Copy all lines holding the word "settings" from the entries.
Start of Data in this exercise
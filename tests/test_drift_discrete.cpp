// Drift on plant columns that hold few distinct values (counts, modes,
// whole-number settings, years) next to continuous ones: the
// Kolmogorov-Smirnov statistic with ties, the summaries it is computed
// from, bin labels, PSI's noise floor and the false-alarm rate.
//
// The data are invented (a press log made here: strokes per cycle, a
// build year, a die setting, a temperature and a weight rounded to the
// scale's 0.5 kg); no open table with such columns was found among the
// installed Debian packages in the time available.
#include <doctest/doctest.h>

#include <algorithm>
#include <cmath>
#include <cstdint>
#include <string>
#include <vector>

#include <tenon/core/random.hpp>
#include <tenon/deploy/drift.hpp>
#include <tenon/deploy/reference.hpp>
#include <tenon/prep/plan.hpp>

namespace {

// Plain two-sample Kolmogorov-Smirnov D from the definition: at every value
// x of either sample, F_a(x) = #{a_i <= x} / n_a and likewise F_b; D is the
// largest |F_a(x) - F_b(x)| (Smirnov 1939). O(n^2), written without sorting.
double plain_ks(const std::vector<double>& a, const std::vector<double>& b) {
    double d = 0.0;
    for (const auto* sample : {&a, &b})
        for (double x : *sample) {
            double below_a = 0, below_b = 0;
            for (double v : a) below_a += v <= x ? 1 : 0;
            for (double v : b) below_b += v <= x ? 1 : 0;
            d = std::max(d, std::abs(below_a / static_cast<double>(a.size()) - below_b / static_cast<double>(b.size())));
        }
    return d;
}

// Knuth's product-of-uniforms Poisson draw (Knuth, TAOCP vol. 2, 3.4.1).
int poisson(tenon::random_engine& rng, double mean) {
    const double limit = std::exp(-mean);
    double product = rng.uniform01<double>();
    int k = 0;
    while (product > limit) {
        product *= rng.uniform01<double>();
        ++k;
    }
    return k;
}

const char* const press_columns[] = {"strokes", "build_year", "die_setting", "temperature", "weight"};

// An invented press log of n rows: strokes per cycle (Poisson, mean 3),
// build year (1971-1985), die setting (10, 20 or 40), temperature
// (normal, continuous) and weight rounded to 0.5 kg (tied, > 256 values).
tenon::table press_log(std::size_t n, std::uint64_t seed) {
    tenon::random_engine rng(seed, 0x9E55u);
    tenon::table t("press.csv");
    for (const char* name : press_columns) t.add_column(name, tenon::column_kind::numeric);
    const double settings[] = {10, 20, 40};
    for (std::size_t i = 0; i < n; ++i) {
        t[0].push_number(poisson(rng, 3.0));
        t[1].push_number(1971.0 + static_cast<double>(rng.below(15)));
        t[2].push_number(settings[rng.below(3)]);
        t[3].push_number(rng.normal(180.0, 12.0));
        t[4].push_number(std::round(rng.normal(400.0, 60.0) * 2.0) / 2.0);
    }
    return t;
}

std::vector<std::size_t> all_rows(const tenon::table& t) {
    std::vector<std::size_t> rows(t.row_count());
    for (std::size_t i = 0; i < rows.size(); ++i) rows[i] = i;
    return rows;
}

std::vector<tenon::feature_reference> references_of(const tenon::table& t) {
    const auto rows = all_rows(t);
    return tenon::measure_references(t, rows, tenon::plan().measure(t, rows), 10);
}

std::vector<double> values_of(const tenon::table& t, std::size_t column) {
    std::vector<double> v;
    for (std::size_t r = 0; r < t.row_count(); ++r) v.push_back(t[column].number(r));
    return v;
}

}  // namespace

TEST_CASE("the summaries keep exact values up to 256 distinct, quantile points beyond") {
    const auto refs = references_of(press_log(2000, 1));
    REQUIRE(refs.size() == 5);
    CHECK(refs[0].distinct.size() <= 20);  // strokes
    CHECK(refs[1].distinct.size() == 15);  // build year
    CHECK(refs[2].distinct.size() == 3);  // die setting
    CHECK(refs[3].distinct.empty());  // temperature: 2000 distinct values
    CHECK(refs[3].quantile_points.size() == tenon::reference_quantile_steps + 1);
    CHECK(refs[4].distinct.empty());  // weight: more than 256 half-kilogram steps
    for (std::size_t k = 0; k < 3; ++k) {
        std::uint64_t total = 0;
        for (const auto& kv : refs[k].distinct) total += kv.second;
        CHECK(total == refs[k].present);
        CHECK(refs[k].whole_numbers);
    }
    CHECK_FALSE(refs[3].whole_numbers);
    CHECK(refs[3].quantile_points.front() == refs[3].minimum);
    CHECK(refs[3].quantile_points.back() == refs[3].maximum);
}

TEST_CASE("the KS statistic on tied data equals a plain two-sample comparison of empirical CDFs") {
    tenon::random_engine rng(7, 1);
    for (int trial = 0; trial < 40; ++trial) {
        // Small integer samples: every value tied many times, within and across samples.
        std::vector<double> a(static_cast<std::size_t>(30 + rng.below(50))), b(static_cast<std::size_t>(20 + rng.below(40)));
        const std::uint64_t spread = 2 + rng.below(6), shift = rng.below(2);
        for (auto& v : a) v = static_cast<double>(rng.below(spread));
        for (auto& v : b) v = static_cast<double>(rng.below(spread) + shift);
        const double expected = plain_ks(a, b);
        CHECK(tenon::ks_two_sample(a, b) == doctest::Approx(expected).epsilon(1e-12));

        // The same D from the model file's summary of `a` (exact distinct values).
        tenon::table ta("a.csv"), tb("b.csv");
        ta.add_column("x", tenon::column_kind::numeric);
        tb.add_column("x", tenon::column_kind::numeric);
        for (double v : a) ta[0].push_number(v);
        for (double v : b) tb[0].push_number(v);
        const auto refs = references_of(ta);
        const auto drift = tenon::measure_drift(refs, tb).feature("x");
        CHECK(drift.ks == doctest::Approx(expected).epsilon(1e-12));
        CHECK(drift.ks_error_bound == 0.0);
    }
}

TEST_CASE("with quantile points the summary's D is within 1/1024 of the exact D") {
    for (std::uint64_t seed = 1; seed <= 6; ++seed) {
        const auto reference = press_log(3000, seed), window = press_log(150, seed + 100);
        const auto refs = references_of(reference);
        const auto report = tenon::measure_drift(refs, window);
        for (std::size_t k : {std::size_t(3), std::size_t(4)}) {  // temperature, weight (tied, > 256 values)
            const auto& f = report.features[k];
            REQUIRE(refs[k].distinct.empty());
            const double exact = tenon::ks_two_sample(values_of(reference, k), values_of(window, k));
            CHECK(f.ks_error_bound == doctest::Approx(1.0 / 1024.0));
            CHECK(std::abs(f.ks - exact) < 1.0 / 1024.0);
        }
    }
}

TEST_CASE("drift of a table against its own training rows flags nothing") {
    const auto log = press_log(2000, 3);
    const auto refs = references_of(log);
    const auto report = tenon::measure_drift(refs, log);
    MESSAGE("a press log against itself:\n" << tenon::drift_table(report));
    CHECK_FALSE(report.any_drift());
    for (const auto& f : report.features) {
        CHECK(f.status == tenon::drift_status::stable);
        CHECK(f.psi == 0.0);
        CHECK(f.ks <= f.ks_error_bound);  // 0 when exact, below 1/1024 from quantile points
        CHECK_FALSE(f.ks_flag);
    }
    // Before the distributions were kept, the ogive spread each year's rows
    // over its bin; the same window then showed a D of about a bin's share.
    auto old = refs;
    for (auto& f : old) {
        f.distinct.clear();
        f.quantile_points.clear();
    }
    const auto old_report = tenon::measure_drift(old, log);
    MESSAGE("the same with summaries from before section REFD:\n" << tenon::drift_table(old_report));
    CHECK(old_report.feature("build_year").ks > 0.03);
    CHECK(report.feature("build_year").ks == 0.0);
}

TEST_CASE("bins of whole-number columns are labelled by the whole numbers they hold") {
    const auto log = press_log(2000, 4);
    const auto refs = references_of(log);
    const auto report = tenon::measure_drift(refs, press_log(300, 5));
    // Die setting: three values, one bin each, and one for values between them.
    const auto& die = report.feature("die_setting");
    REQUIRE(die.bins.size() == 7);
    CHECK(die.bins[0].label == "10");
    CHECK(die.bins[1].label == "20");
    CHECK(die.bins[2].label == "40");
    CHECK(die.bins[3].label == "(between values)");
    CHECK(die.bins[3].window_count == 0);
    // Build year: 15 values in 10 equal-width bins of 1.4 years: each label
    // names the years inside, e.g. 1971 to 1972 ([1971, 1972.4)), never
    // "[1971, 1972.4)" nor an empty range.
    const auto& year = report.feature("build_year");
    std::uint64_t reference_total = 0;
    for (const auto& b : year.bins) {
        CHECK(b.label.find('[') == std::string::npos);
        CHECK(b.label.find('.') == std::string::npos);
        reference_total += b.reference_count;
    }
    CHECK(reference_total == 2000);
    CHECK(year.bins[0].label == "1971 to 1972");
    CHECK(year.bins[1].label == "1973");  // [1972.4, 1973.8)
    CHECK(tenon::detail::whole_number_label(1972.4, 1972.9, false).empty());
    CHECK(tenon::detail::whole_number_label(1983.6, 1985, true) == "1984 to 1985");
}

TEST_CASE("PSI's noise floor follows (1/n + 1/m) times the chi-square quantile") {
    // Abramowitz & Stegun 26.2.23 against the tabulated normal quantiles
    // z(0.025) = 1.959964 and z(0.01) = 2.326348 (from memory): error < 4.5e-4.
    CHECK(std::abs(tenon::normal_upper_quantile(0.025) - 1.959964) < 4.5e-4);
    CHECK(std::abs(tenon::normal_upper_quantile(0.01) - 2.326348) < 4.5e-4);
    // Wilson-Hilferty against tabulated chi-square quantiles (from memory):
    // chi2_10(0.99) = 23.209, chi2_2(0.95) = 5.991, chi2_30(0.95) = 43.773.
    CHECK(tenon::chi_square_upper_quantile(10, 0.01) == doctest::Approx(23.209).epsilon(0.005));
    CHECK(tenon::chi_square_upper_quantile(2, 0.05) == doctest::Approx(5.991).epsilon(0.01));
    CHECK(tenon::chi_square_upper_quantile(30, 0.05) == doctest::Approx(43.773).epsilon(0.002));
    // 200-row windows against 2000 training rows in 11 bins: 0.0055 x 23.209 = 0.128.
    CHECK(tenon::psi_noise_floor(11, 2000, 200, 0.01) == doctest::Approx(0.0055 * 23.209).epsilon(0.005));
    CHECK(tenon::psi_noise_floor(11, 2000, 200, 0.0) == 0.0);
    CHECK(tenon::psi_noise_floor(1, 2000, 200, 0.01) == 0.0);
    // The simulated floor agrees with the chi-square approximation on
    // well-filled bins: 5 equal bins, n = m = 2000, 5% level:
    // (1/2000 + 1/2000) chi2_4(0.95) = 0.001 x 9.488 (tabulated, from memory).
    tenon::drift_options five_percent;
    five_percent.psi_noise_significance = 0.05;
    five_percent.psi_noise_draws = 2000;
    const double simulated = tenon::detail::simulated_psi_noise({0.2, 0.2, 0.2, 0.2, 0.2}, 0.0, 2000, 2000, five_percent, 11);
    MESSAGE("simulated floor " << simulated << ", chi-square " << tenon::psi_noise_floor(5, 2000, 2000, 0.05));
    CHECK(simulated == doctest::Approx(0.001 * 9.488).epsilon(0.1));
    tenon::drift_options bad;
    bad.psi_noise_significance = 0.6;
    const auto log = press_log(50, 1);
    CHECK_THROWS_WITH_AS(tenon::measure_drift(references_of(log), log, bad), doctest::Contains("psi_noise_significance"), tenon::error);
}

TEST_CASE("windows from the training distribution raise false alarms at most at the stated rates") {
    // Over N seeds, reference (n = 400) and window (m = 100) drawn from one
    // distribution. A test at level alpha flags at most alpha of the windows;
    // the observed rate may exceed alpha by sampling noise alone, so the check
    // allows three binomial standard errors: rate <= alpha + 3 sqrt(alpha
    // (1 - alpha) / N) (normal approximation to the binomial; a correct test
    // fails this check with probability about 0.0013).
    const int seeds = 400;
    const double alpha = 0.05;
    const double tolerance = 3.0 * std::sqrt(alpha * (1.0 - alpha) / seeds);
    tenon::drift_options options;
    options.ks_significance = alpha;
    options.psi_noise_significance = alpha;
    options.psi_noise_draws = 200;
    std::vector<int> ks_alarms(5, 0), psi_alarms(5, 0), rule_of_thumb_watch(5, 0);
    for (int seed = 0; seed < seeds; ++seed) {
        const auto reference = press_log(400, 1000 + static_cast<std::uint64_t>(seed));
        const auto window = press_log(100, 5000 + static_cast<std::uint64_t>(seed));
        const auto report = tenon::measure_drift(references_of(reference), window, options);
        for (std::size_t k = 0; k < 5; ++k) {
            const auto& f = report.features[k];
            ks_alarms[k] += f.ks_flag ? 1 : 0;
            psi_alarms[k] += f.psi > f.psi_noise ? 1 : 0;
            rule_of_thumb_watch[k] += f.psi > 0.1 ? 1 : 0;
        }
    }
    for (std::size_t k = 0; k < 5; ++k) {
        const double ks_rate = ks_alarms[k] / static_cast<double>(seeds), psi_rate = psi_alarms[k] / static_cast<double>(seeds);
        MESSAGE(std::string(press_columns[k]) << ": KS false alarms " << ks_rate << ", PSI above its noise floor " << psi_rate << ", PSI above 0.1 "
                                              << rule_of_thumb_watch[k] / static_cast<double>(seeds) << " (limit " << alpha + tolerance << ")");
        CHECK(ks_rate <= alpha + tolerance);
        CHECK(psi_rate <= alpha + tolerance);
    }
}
End of Data in this exercise
● Answer to the problem:
// whole-number settings, years) next to continuous ones: the
    const double settings[] = {10, 20, 40};
        t[2].push_number(settings[rng.below(3)]);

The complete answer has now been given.